Btw you may think 'why isn't she tearing a strip off her brother', because believe me it would be a waste of fresh air and energy....black sheep of the family etc etc

Heather


----------



## HowseR21 (Nov 5, 2011)

Which one did you try before? These are the standard ones

Swell Sliding Glass Vivarium Locks

But I've found them to be pretty good, obviously the new vivexotic range has an awesome built in lock, apart from that one then I'm not aware of many mainstream locks : victory:


----------



## heatherjhenshaw (Jan 30, 2010)

I'm not sure tbh, I think I got them from eBay, but I'm sure it was before Swell released their 'own range' stuff so I might give those a try...thanks :2thumb:


----------



## Evie (Jan 28, 2008)

For my viv I use a couple of metal rods (a bit like blunt knitting needles). Just drop them in the runners and use magnet to take them out when you want to open the viv.


----------



## carlb1981 (Sep 5, 2012)

Evie said:


> For my viv I use a couple of metal rods (a bit like blunt knitting needles). Just drop them in the runners and use magnet to take them out when you want to open the viv.
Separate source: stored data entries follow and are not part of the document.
//! The sinks of the bench, as everyone but their workers sees them.

use std::sync::Arc;
use std::sync::atomic::{AtomicBool, AtomicI64, Ordering};
use std::time::Duration;

use quantity::HostTime;
use sequence::{Calibration, Facts};
use serde_json::Value;
use sink::bench::SinkEntry;
use sink::calibration::Certificate;
use sink::correction::Correction;
use tokio::sync::{oneshot, watch};
use tokio::time::timeout;
use transport::port::{CommandRefused, Commands, HostClock};
use wire::Description;

use crate::view::{Code, LinkState, OffView, Problem, SinkView};
use crate::worker::{Ask, Reservation, Snapshot};

/// How long `off` waits for the sink's word before it answers with what is known.
const OFF_WAIT: Duration = Duration::from_secs(1);

/// A sink, as everyone but its worker sees it.
#[derive(Debug)]
pub(crate) struct SinkHandle {
    /// Its entry in the bench file.
    pub(crate) entry: SinkEntry,
    /// Its calibration.
    pub(crate) correction: Correction,
    /// Its certificate, for the record.
    pub(crate) certificate: Option<Value>,
    /// The same.
    pub(crate) certified: Option<Arc<Certificate>>,
    /// The way to its worker.
    pub(crate) commands: Commands<Ask>,
    /// What its worker shows.
    pub(crate) snapshot: watch::Receiver<Arc<Snapshot>>,
    /// Whether someone has the right to run on it.
    pub(crate) reserved: Arc<AtomicBool>,
    /// The time of a simulated sink's link.
    pub(crate) virtual_time: Arc<AtomicI64>,
    /// The host's clock.
    pub(crate) clock: HostClock,
}

impl SinkHandle {
    /// Its name.
    pub(crate) fn name(&self) -> &str {
        &self.entry.name
    }

    /// What its worker last showed.
    pub(crate) fn view(&self) -> SinkView {
        self.snapshot.borrow().view.clone()
    }

    /// The time on its link.
    pub(crate) fn now(&self) -> HostTime {
        if self.entry.link.is_simulated() {
            HostTime::from_micros(self.virtual_time.load(Ordering::Relaxed))
        } else {
            self.clock.now()
        }
    }

    /// The right to run on it, if nobody has it.
    pub(crate) fn reserve(&self) -> Option<Reservation> {
        Reservation::take(&self.reserved)
    }

    /// What the compiler must know of it: the bench file's words, and over them its own.
    pub(crate) fn facts(&self) -> Facts {
        let facts = Facts::of(&self.entry, self.correction);
        match self.snapshot.borrow().description {
            Some(description) => with_own_words(facts, &description),
            None => facts,
        }
    }

    /// What stands behind its readings now.
    pub(crate) fn calibration(&self) -> Calibration {
        let now_unix_s = self.now().micros().div_euclid(1_000_000);
        Calibration::of(self.certified.as_deref(), now_unix_s)
    }

    /// Waits until a session stands, but no longer than that.
    pub(crate) async fn wait_for_session(&self, most: Duration) -> bool {
        let mut snapshot = self.snapshot.clone();
        let stands = snapshot.wait_for(|now| now.view.link.state == LinkState::Connected);
        matches!(timeout(most, stands).await, Ok(Ok(_)))
    }

    /// Gives the worker something to do.
    pub(crate) fn give(&self, ask: Ask) -> Result<(), Problem> {
        self.commands.give(ask).map_err(|refused| {
            let detail = format!("sink `{}`: {refused}", self.name());
            match refused {
                CommandRefused::Ended => Problem::new(Code::WorkerEnded, detail),
                CommandRefused::Full => Problem::new(Code::SinkBusy, detail),
            }
        })
    }

    /// Turns it off and tells what became of it.
    pub(crate) async fn off(&self) -> OffView {
        let asked = self.clock.now();
        let (answer, answered) = oneshot::channel();
        let trouble = match self.commands.give(Ask::Off(answer)) {
            Err(refused) => Some(refused.to_string()),
            Ok(()) => match timeout(OFF_WAIT, answered).await {
                Ok(Ok(())) => None,
                Ok(Err(_)) => Some("the sink's worker has ended".to_owned()),
                Err(_) => Some("the sink has not answered within 1 s".to_owned()),
            },
        };
        OffView {
            sink: self.name().to_owned(),
            acknowledged: trouble.is_none(),
            took_s: self.clock.now().saturating_since(asked).seconds(),
            detail: trouble.map(|trouble| self.off_detail(&trouble)),
        }
    }

    /// What is known of a sink that has not said that it is off.
    fn off_detail(&self, trouble: &str) -> String {
        let link = self.view().link;
        let state = match link.state {
            LinkState::Connected | LinkState::Greeting => "the link is open and `off` is repeated",
            LinkState::Lost => "the link is lost, and `off` is sent as soon as it is back",
            LinkState::Refused => "another sink than the one described is on the link",
        };
        let deadman = self.entry.deadman;
        format!(
            "{trouble}; {state}; a sink that hears nothing turns itself off, within {deadman} in a run; if in doubt, cut the circuit by hand"
        )
    }
}

fn with_own_words(mut facts: Facts, own: &Description) -> Facts {
    facts.tick = own.tick;
    facts.queue = own.queue;
    facts.readback_fastest = facts.readback_fastest.max(own.fastest_readback);
    facts.holds_power = own.abilities.power;
    facts.holds_resistance = own.abilities.resistance;
    facts.burst_samples = if own.abilities.burst { own.burst } else { 0 };
    facts
}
That's an excellent idea the old vivexotic vivs are a pain in the bum for locks especially when new as you have to bend the kinks out of the lock to fit properly in the gap between the glass


----------



## jackiee (Jul 4, 2010)

I bought mine from swell but you have to straighten the bend a bit to make them easier to work it only takes a minute. :gasp:


----------



## heatherjhenshaw (Jan 30, 2010)

jackiee said:


> I bought mine from swell but you have to straighten the bend a bit to make them easier to work it only takes a minute. :gasp:


How do you straighten them out Jackie ? keep in mind that I am DIY challenged :lol2: :whistling2: step by step instructions required


----------



## jackiee (Jul 4, 2010)

i use a pair of pliers or grips and hit them with a hammer (gently) it seems to work ok ive had no problems. :gasp:


----------



## Spikebrit (Oct 23, 2006)

I've just brought a shed load of these from China

Reptile Vivarium Showcase Sliding Glass Door Lock + Key | eBay

Absolutely brilliant locks very high quality, cheap and fitted perfectly to all of my vivs. 

jay


----------



## Meko (Apr 29, 2007)

Just spotted these on the bay of E's. Not sure how they'll work with Vivexotic but should keep people out NEW STYLE VIVARIUM LOCKS | eBay


----------



## Exzhal (Jul 13, 2012)

Meko said:


> Just spotted these on the bay of E's. Not sure how they'll work with Vivexotic but should keep people out NEW STYLE VIVARIUM LOCKS | eBay


That's pretty cool, I'm always losing my keys :blush:


----------



## heatherjhenshaw (Jan 30, 2010)

They look cool but they've still got that flipping kink in  I got a couple of the swell ones but despite hitting with a hammer numerous times they still make my viv doors impossibly stiff  I've ordered a couple of the ones Jay pointed out to try those


----------



## Meko (Apr 29, 2007)

try some slightly wider glass runners. If the vivexotic ones are 4mm try 5mm.
Pretty sure i've seen some on eBay, 5mm that don't need attaching.


----------



## Bradleybradleyc (May 7, 2012)

Spikebrit said:


> I've just brought a shed load of these from China
> 
> Reptile Vivarium Showcase Sliding Glass Door Lock + Key | eBay
> 
> ...



good to hear I have just brought a load of them, thought I would chance it :2thumb:


----------



## johndavidwoods (Nov 18, 2008)

I think the Swell ones are pretty lousy - having only one screw, they don't seem to actually stay in place very securely. 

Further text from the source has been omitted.